Stars: Elijah Wood, Jason Gann, Fiona Gubelmann, Jenny Mollen
Writer: Jason Gann, series created by Jason Gann & Adam Zwar, adapted for American television by David Zuckerman
Director: Randall Einhorn.
Network: FX, Thursdays @ 10 PM
Airdate: June 27, 2013
On the face of it, it seems like it could be risky to put the character Wilfred (Jason Gann), a dog that his human friend Ryan (Elijah Wood) and the audience see as a man in a dog suit, in scenes with real canines. The episode “Sincerity” proves otherwise, as having real dogs behaving like themselves just underscores the projection and paranoia of our boy in gray.
When Ryan takes Wilf to a dog park, they have a bonding moment over mutual disgust at the people who dress up their companion animals in silly clothing and pretend to speak for them. Then Ryan realizes one of these “crazy” people is his old high school crush Kim (Jenny Mollen), who tells him she now teaches a dog obedience class. Wilf thinks it would be fun to go back to school – he claims he was one of the “cool kids” – and then acts up so much that his owner Jenna (Fiona Gubelmann) believes he needs an obedience class.
So Ryan gets to be around Kim and Wilf gets to go back to school – except of course as Wilf tries to be cool (by insulting the other dogs), he looks very uncool. Ryan makes a hit with Kim by falsely claiming to be a big dog person. Wilf winds up having a horrible time, claiming he is being bullied and mocked on Facebook by his classmates. Wilfred then tries to sabotage his school experience, and when Ryan makes him go back, the dog attempts to kill the other dogs by opening the gate that leads into oncoming traffic. However, this is obedience school, and one firm “Stay” command from Kim keeps the dogs in the yard.
Finally, Wilf admits to himself that he’s not one of the cool kids and, with Wilf’s prompting, Ryan realizes that a relationship in which he has to pretend being something he’s not – in this instance, a dog lover – isn’t right for him. Both Wilf and Ryan wind up alone (with each other), but authentic (at least, as authentic as they ever get).

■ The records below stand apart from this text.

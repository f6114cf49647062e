/** Puts a letter into the outbox inside the transaction of what caused it; the same recipient, kind and cause never twice. */
import type { Transaction } from 'kysely'
import type { OrgTrx } from '#db/org-db.ts'
import { addAccountMail, addMessage, type Letter, type OrganisationLetter, type Queued } from '#db/queries/message.ts'
import type { Database } from '#db/schema.ts'
import { processConfig } from '#lib/config.server.ts'

const messageDomain = (): string => new URL(processConfig().baseUrl).hostname

export const queueMessage = (db: OrgTrx, letter: Omit<OrganisationLetter, 'domain'>): Promise<Queued> =>
  addMessage(db, { ...letter, domain: messageDomain() })

export const queueAccountMail = (
  trx: Transaction<Database>,
  letter: Omit<Letter, 'domain'> & { readonly kind: 'confirm' | 'reset' },
): Promise<Queued> => addAccountMail(trx, { ...letter, domain: messageDomain() })
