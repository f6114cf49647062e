/**
 * Delivers the outbox: at most once a letter. `sending` is committed before the SMTP dialogue and `sent` after it; a worker
 * that dies in between leaves `sending`, which the next one turns into `ambiguous`. A refusal for now (4xx, no connection)
 * is tried again later; a refusal for good (5xx) is `failed`, of the address itself `bounced`, after which that address gets no
 * more. What is out of date is not sent. One worker delivers at a time, by a lease.
 */
import type { Kysely } from 'kysely'
import { changeLease, findLease, takeLease } from '#db/queries/job.ts'
import {
  claimDueLetter,
  type Delivery,
  type DueLetter,
  hasWork,
  markExpired,
  markInterrupted,
  type Refusal,
  settleLetter,
} from '#db/queries/outbox.ts'
import type { Database } from '#db/schema.ts'
import { holderIsGone } from '#lib/jobs/holder.server.ts'
import { log } from '#lib/log.server.ts'
import { unseal } from './seal.server.ts'
import { LETTER_DEADLINE_MS, type Transport } from './transport.server.ts'

/** Six tries over about half a day: pauses of 1, 5, 25, 125 and 625 minutes. */
export const MAX_ATTEMPTS = 6
const FIRST_RETRY_MS = 60_000
const RETRY_GROWTH = 5

const OUTBOX_LEASE = { job: 'mail', scope: 'outbox', period: 'one at a time' } as const
/** Renewed before each letter, so it outlasts one dialogue and a pause of the process. */
const LEASE_MS = LETTER_DEADLINE_MS + 180_000

export interface DeliverOptions {
  readonly db: Kysely<Database>
  readonly transport: Transport
  readonly holder: string
  readonly now: () => number
  /** Stops after this many letters, so that a round stays short. */
  readonly limit: number
}
export interface DeliverCounts {
  readonly sent: number
  readonly retried: number
  readonly failed: number
  readonly bounced: number
  readonly ambiguous: number
  readonly suppressed: number
  readonly expired: number
}

const NOTHING: DeliverCounts = { sent: 0, retried: 0, failed: 0, bounced: 0, ambiguous: 0, suppressed: 0, expired: 0 }

/** One round: what is due now, at most `limit` letters. Answers zeros when another worker is delivering. */
export async function deliverMail(options: DeliverOptions): Promise<DeliverCounts> {
  const { db, transport, holder, now, limit } = options
  if (!(await hasWork(db, now()))) return NOTHING
  const left = await takeOutbox(db, holder, now())
  if (left === null) return NOTHING
  const counts = { ...NOTHING, ...left }
  try {
    for (let letters = 0; letters < limit; letters++) {
      if (!(await changeLease(db, { ...OUTBOX_LEASE, heldBy: holder }, { leaseUntilMs: now() + LEASE_MS }))) break
      const claim = await claimDueLetter(db, now())
      if (!claim) break
      if (claim.kind === 'suppressed') {
        counts.suppressed += 1
        continue
      }
      const delivery = await attempt(claim.letter, transport, now)
      await settleLetter(db, claim.letter, delivery)
      counts[COUNTED_AS[delivery.state]] += 1
    }
  } finally {
    await changeLease(db, { ...OUTBOX_LEASE, heldBy: holder }, { leaseUntilMs: 0 })
  }
  if (Object.values(counts).some((count) => count > 0)) log.info({ job: 'mail', counts }, 'post delivered')
  return counts
}

/** The letters found interrupted and out of date, or `null` while somebody else delivers. */
const takeOutbox = (db: Kysely<Database>, holder: string, nowMs: number): Promise<Pick<DeliverCounts, 'ambiguous' | 'expired'> | null> =>
  db.transaction().execute(async (trx) => {
    const lease = await findLease(trx, OUTBOX_LEASE)
    if (lease && lease.leaseUntilMs > nowMs && !holderIsGone(lease.holder)) return null
    await takeLease(trx, OUTBOX_LEASE, { organisationId: null, holder, leaseUntilMs: nowMs + LEASE_MS })
    return { ambiguous: await markInterrupted(trx), expired: await markExpired(trx, nowMs) }
  })

type AttemptState = 'sent' | 'queued' | 'failed' | 'bounced' | 'ambiguous'
const COUNTED_AS: Readonly<Record<AttemptState, keyof DeliverCounts>> = {
  sent: 'sent',
  queued: 'retried',
  failed: 'failed',
  bounced: 'bounced',
  ambiguous: 'ambiguous',
}

type Attempt = Delivery & { readonly state: AttemptState; readonly suppress?: Refusal | null }

async function attempt(letter: DueLetter, transport: Transport, now: () => number): Promise<Attempt> {
  const outcome = await transport.send(unseal(letter, letter.privateParts))
  const nowMs = now()
  const ended = { sentAtMs: null, nextAttemptAtMs: nowMs }
  switch (outcome.kind) {
    case 'sent':
      return { ...ended, state: 'sent', error: null, sentAtMs: nowMs }
    case 'unknown':
      return { ...ended, state: 'ambiguous', error: outcome.reason }
    case 'refused':
      return { ...ended, state: 'failed', error: outcome.reason }
    case 'bounced':
      return {
        ...ended,
        state: 'bounced',
        error: outcome.reason,
        suppress: outcome.forGood ? { detail: outcome.reason, atMs: nowMs } : null,
      }
    case 'try-later':
      return letter.attempts >= MAX_ATTEMPTS
        ? { ...ended, state: 'failed', error: `Given up after ${letter.attempts} tries. ${outcome.reason}` }
        : {
            ...ended,
            state: 'queued',
            error: outcome.reason,
            nextAttemptAtMs: nowMs + FIRST_RETRY_MS * RETRY_GROWTH ** (letter.attempts - 1),
          }
  }
}
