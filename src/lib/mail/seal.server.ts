/**
 * Keeps what only a recipient may read apart from a letter's bodies: a mark stands for each link's secret and is filled in as the
 * letter leaves, the same at every attempt. Whoever else reads the stored letter sees dots in its place.
 */
import { randomUUID } from 'node:crypto'
import type { PrivatePart } from '#db/queries/message.ts'
import { signToken, signingSecret, type TokenClaims } from './link.server.ts'

/** As it stands in the finished bodies, with the claims it was signed from if it can be signed again. */
export interface Secret {
  readonly token: string
  readonly claims?: TokenClaims
}
interface Bodies {
  readonly text: string
  readonly html: string
  readonly headers?: Readonly<Record<string, string>> | undefined
}
export interface Sealed {
  readonly text: string
  readonly html: string
  readonly headers: Readonly<Record<string, string>>
  readonly privateParts: readonly PrivatePart[]
}

/** A mark carries a number nobody can guess, so that no entered text can be one. */
const MARK = /\{\{[0-9a-f-]{36}:(\d+)\}\}/g
const HIDDEN = '…'

export function seal({ text, html, headers = {} }: Bodies, secrets: readonly Secret[]): Sealed {
  const number = randomUUID()
  const hide = (body: string): string =>
    secrets.reduce((hidden, { token }, index) => hidden.replaceAll(token, `{{${number}:${index}}}`), body)
  return {
    text: hide(text),
    html: hide(html),
    headers: eachValue(headers, hide),
    privateParts: secrets.map(({ token, claims }) => (claims ? { claims } : { token })),
  }
}

/** The bodies as the recipient gets them. */
export function unseal<T extends Omit<Sealed, 'privateParts'>>(letter: T, parts: readonly PrivatePart[]): T {
  const fill = (body: string): string => body.replace(MARK, (mark, index: string) => filled(parts[Number(index)]) ?? mark)
  return { ...letter, text: fill(letter.text), html: fill(letter.html), headers: eachValue(letter.headers, fill) }
}

function filled(part: PrivatePart | undefined): string | null {
  if (!part || 'removed' in part) return null
  return 'token' in part ? part.token : signToken(part.claims, signingSecret())
}

/** A body as anybody but its recipient may read it. */
export const redacted = (body: string): string => body.replace(MARK, HIDDEN)

const eachValue = (headers: Readonly<Record<string, string>>, change: (value: string) => string): Readonly<Record<string, string>> =>
  Object.fromEntries(Object.entries(headers).map(([name, value]) => [name, change(value)]))
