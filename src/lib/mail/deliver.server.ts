/**
 * Delivers the outbox: at most once a letter. `sending` is committed before the SMTP dialogue and `sent` after it; a worker
 * that dies in between leaves `sending`, which the next start turns into `ambiguous`. A refusal for now (4xx, no
 * connection) is tried again later; a refusal for good (5xx) is `failed`.
 */
import type { Kysely } from 'kysely'
import { claimDueLetter, type DueLetter, type Delivery, markInterrupted, settleLetter } from '#db/queries/mail.ts'
import type { Database } from '#db/schema.ts'
import type { Transport } from './transport.server.ts'

/** Five tries over about a day: 1, 5, 25 and 125 minutes, then 10 hours. */
const MAX_ATTEMPTS = 6
const FIRST_RETRY_MS = 60_000
const RETRY_GROWTH = 5

export interface DeliverOptions {
  readonly db: Kysely<Database>
  readonly transport: Transport
  readonly now: () => number
  /** Stops after this many letters, so that a tick stays short. */
  readonly limit: number
}
export interface DeliverCounts {
  readonly sent: number
  readonly retried: number
  readonly failed: number
  readonly ambiguous: number
}

export async function deliverMail({ db, transport, now, limit }: DeliverOptions): Promise<DeliverCounts> {
  const counts = { sent: 0, retried: 0, failed: 0, ambiguous: 0 }
  for (let letters = 0; letters < limit; letters++) {
    const letter = await claimDueLetter(db, now())
    if (!letter) break
    const delivery = await attempt(letter, transport, now())
    await settleLetter(db, letter, delivery)
    counts[
      delivery.state === 'queued' ? 'retried' : delivery.state === 'sent' ? 'sent' : delivery.state === 'ambiguous' ? 'ambiguous' : 'failed'
    ] += 1
  }
  return counts
}

/** Run once when a worker starts, while no other worker sends. */
export const settleInterrupted = (db: Kysely<Database>): Promise<number> => markInterrupted(db)

async function attempt(letter: DueLetter, transport: Transport, nowMs: number): Promise<Delivery> {
  const outcome = await transport(letter)
  switch (outcome.kind) {
    case 'sent':
      return { state: 'sent', error: null, sentAtMs: nowMs, nextAttemptAtMs: nowMs }
    case 'unknown':
      return { state: 'ambiguous', error: outcome.reason, sentAtMs: null, nextAttemptAtMs: nowMs }
    case 'refused':
      return { state: 'failed', error: outcome.reason, sentAtMs: null, nextAttemptAtMs: nowMs }
    case 'try-later': {
      if (letter.attempts >= MAX_ATTEMPTS)
        return {
          state: 'failed',
          error: `Given up after ${letter.attempts} tries: ${outcome.reason}`,
          sentAtMs: null,
          nextAttemptAtMs: nowMs,
        }
      return {
        state: 'queued',
        error: outcome.reason,
        sentAtMs: null,
        nextAttemptAtMs: nowMs + FIRST_RETRY_MS * RETRY_GROWTH ** (letter.attempts - 1),
      }
    }
  }
}
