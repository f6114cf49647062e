/** Puts a letter into the outbox inside the transaction of what caused it; the same recipient, kind and cause never twice. */
import type { Transaction } from 'kysely'
import type { OrgTrx } from '#db/org-db.ts'
import { addAccountMail, addMessage, type Letter, type OrganisationLetter, type Queued } from '#db/queries/message.ts'
import type { Database } from '#db/schema.ts'
import { processConfig } from '#lib/config.server.ts'
import { seal, type Secret } from './seal.server.ts'

/** A letter as its feature wrote it. */
type Written<L extends Letter> = Omit<L, 'domain' | 'privateParts'> & {
  /** What only the recipient may read of the links in the bodies. */
  readonly secrets?: readonly Secret[]
}

export const messageDomain = (): string => new URL(processConfig().baseUrl).hostname

function prepared<L extends Letter>({ secrets = [], ...letter }: Written<L>) {
  return { ...letter, ...seal(letter, secrets), domain: messageDomain() }
}

export const queueMessage = (db: OrgTrx, letter: Written<OrganisationLetter>): Promise<Queued> => addMessage(db, prepared(letter))

export const queueAccountMail = (
  trx: Transaction<Database>,
  letter: Written<Letter> & { readonly kind: 'confirm' | 'reset' },
): Promise<Queued> => addAccountMail(trx, { ...prepared(letter), kind: letter.kind })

The unstated irony, of course, is that Ryan’s life in fact revolves around Wilfred, so he’s as devoted to one dog as a person can be, though not in ways that Kim would recognize.
There are some moments of conventional, truly funny humor here – when Kim utters “Stay” and all of her students instantly obey, it’s an unexpected, effective bit of regular comedy. Mollen is appealing (and, in a bit of trivia that may be relevant to a show about a guy in a dog suit, she played Nina the werewolf on the final season of ANGEL).
Since Wilf is as delusional with other dogs (barring his own clone) as he is with everyone and everything else, it seems like the show may have missed an opportunity to let one of its leads have a different perspective within a peer group. Then again, actual canines have an undeniable reality and inherent coolness that makes Wilf’s efforts to fit in seem all the more futile and strangely understandable. Who wouldn’t want to be part of a group so effortlessly natural?